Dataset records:
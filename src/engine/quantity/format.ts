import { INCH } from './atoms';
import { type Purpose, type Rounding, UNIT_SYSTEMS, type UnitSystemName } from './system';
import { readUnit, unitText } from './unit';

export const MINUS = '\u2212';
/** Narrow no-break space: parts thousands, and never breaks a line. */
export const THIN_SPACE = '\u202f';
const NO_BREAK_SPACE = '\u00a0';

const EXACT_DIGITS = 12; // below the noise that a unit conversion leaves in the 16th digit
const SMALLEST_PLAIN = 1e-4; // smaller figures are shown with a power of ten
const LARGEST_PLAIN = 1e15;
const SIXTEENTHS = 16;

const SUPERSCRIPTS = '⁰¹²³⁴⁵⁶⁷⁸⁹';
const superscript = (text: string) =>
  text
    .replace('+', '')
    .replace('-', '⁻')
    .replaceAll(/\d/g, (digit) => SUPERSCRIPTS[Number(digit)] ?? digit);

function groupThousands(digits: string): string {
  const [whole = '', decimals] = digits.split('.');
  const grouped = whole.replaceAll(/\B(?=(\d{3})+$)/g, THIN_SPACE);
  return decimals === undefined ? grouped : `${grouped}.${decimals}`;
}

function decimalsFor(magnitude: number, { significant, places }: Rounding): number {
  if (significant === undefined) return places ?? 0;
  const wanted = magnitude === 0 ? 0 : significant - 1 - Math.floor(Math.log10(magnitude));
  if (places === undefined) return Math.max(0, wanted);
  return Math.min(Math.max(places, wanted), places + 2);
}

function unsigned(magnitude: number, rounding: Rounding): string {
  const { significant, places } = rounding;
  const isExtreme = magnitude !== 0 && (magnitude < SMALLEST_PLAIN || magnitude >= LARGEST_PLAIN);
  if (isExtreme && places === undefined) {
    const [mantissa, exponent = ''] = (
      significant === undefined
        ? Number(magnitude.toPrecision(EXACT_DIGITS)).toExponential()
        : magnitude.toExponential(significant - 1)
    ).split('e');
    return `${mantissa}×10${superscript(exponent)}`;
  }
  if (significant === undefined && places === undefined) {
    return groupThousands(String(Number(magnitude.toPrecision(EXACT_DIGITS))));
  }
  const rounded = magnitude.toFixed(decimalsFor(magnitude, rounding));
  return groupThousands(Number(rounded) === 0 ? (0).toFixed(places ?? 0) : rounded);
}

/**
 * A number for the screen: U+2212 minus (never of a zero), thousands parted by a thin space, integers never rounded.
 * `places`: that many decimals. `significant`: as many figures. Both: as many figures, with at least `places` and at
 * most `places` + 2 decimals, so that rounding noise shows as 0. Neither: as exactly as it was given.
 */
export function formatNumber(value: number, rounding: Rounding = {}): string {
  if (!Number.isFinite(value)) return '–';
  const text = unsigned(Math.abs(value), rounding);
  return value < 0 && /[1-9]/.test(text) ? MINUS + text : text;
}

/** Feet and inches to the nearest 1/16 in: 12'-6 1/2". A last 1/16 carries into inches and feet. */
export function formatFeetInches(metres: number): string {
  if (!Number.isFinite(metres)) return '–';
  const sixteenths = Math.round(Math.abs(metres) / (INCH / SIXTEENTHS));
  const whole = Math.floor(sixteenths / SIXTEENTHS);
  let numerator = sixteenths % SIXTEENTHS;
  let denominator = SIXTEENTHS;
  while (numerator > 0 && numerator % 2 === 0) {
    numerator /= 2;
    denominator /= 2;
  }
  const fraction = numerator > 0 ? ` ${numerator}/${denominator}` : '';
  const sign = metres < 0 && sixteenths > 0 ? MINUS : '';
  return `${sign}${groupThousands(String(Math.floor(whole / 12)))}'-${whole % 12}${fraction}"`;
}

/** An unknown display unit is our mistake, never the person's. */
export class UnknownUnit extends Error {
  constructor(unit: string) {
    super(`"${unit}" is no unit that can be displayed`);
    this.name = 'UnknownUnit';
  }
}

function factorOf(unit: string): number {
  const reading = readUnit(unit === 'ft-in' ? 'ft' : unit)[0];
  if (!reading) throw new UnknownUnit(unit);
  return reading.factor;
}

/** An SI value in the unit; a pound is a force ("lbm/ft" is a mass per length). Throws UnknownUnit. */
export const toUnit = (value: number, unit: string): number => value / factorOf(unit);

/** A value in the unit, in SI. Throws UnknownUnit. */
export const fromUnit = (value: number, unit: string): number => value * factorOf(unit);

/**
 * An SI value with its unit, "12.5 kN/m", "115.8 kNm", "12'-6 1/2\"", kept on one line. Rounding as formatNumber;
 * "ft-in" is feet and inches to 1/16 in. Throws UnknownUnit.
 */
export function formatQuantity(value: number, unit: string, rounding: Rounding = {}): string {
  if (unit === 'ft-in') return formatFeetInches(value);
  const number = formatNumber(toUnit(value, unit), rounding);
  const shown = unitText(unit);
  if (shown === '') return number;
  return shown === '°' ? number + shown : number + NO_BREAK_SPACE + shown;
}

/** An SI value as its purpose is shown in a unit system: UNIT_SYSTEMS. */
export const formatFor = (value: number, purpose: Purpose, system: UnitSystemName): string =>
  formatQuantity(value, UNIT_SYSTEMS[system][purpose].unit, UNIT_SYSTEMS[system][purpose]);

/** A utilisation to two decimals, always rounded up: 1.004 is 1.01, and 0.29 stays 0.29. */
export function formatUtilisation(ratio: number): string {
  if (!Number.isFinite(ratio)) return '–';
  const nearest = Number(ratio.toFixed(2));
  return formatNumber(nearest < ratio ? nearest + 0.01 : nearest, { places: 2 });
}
==
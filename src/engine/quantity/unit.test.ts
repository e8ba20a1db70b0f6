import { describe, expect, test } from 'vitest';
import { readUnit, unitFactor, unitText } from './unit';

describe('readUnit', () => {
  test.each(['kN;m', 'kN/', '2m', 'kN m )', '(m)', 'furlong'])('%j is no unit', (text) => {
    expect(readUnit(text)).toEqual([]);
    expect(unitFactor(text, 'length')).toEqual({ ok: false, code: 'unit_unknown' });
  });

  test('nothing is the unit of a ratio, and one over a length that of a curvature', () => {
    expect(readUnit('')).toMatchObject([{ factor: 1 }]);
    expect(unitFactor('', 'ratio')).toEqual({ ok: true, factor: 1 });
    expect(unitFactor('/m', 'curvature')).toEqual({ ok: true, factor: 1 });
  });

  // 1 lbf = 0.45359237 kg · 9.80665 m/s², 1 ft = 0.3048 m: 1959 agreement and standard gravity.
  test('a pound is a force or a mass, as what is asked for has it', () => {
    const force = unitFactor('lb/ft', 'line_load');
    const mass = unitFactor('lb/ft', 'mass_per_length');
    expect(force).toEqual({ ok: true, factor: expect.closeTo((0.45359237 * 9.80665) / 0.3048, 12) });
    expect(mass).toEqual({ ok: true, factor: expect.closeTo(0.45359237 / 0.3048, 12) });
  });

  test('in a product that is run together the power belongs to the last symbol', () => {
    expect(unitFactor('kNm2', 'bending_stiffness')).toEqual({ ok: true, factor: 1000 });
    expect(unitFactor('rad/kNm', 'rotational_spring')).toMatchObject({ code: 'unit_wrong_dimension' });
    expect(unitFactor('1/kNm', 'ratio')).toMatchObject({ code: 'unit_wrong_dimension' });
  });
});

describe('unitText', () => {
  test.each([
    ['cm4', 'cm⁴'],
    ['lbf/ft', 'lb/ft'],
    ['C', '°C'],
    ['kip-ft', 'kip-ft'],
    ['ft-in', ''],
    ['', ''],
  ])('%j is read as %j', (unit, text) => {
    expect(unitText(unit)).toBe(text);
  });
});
...
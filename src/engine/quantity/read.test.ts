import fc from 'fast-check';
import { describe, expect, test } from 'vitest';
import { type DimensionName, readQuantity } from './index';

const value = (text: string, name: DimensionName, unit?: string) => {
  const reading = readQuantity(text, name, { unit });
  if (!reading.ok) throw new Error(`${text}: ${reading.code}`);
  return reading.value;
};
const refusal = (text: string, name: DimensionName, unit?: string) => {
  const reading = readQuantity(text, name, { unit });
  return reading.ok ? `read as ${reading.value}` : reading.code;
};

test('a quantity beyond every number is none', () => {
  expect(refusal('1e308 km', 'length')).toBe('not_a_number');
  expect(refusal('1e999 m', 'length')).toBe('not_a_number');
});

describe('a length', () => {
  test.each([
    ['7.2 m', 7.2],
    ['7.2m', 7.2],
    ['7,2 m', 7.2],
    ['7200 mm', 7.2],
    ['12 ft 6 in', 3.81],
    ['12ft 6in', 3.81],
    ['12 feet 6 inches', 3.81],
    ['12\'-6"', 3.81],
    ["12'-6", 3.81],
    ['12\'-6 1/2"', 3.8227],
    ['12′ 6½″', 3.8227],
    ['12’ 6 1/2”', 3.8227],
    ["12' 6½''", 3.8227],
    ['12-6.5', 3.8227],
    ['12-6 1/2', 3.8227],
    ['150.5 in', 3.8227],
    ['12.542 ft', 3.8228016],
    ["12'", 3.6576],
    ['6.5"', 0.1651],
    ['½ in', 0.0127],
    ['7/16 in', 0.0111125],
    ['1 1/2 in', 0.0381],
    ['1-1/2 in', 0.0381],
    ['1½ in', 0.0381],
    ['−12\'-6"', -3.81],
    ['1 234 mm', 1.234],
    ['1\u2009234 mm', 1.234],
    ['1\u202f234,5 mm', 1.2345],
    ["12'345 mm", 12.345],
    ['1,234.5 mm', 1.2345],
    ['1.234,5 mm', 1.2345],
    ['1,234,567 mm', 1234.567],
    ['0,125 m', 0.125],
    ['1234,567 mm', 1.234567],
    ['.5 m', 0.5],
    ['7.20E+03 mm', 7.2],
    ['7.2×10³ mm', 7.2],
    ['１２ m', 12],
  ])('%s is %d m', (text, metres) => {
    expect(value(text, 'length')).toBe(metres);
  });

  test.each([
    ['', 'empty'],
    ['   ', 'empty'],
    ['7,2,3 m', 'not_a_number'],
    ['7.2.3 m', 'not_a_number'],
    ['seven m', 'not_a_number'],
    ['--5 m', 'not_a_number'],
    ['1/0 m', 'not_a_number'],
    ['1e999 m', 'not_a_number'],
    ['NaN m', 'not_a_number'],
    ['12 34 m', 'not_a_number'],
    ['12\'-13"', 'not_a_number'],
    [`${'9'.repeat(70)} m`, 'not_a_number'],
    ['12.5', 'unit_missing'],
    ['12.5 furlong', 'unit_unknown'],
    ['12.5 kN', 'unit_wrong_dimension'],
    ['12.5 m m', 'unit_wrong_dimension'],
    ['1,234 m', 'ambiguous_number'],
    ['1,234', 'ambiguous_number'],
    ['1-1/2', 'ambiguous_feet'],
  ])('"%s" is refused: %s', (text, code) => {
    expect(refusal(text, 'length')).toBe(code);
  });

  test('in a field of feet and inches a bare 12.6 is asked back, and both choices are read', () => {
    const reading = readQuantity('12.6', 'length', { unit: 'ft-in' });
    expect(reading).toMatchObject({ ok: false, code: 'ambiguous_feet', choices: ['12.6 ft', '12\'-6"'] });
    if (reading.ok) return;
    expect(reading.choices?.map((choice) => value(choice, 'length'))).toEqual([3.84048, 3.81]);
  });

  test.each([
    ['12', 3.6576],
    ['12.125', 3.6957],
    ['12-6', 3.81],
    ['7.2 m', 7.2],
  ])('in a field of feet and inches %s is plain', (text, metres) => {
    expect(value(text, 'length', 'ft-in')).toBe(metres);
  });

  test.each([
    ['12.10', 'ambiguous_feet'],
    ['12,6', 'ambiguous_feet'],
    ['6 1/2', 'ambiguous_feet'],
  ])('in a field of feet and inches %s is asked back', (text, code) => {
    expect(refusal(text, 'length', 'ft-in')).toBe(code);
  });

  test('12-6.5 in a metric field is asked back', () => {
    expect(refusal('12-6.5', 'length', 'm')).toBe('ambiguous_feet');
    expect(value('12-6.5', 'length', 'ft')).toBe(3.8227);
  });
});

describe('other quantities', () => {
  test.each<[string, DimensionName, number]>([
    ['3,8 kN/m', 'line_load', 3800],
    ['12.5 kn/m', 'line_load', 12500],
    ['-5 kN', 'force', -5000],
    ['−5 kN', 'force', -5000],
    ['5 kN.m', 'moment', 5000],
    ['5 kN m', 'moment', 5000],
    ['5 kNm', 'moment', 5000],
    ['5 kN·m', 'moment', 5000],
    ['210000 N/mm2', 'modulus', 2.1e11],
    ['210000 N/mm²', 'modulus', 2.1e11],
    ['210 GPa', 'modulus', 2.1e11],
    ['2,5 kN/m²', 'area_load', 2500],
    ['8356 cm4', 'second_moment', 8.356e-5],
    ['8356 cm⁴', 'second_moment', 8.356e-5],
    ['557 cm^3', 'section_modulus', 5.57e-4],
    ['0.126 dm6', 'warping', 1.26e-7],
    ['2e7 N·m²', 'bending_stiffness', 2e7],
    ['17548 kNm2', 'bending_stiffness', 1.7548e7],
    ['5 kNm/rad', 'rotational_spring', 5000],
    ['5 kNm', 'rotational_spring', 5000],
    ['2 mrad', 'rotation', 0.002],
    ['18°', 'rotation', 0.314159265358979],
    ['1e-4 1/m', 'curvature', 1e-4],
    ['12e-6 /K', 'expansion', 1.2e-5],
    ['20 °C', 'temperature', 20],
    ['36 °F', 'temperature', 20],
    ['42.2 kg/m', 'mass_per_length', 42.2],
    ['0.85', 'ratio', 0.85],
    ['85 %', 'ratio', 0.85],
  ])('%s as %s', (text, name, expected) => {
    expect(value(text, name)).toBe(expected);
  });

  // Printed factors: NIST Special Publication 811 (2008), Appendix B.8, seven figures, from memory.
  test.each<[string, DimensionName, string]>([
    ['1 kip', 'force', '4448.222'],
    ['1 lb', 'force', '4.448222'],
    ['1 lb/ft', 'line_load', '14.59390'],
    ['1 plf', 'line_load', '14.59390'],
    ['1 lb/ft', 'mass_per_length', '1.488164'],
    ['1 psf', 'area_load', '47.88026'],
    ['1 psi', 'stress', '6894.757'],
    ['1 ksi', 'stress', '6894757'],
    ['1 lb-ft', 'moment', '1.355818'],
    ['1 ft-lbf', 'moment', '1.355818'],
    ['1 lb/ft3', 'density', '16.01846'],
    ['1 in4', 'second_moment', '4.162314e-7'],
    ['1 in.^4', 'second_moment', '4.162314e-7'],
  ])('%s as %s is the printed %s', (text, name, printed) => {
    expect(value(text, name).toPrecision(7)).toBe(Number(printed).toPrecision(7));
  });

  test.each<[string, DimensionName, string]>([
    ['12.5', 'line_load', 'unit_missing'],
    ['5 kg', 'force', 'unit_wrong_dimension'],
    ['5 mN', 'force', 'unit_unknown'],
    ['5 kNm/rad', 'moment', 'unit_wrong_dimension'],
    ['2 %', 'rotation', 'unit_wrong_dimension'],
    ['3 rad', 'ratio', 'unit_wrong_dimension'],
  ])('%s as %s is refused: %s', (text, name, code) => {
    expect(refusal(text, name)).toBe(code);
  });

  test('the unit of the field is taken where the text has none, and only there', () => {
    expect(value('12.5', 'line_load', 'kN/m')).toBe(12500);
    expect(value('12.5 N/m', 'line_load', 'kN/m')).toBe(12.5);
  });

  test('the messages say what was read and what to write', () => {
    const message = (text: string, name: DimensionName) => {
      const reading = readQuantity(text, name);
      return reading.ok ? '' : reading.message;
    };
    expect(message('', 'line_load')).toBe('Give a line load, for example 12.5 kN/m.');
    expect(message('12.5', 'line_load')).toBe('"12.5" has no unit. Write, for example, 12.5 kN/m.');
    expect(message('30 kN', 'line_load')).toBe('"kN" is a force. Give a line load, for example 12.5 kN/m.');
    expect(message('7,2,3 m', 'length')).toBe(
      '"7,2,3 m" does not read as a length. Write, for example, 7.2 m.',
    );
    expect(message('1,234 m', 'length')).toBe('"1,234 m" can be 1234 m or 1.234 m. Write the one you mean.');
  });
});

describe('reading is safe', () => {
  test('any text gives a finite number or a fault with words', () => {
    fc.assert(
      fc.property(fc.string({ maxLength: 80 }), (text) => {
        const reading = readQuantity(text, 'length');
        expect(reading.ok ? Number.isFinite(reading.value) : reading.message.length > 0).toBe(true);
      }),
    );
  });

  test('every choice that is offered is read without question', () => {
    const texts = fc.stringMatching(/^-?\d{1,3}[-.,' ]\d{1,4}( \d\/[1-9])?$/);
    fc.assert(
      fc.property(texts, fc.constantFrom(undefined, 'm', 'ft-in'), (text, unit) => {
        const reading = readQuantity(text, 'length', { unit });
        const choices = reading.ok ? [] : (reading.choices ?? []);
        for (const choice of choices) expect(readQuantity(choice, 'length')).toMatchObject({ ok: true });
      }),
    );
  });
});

== PROBLEM TO WORK ON ==
Among the records above, find the lines where the word "unitText" appears and copy them.

== WRITTEN ANSWER ==
import { readUnit, unitText } from './unit';
  const shown = unitText(unit);
import { readUnit, unitFactor, unitText } from './unit';
describe('unitText', () => {
    expect(unitText(unit)).toBe(text);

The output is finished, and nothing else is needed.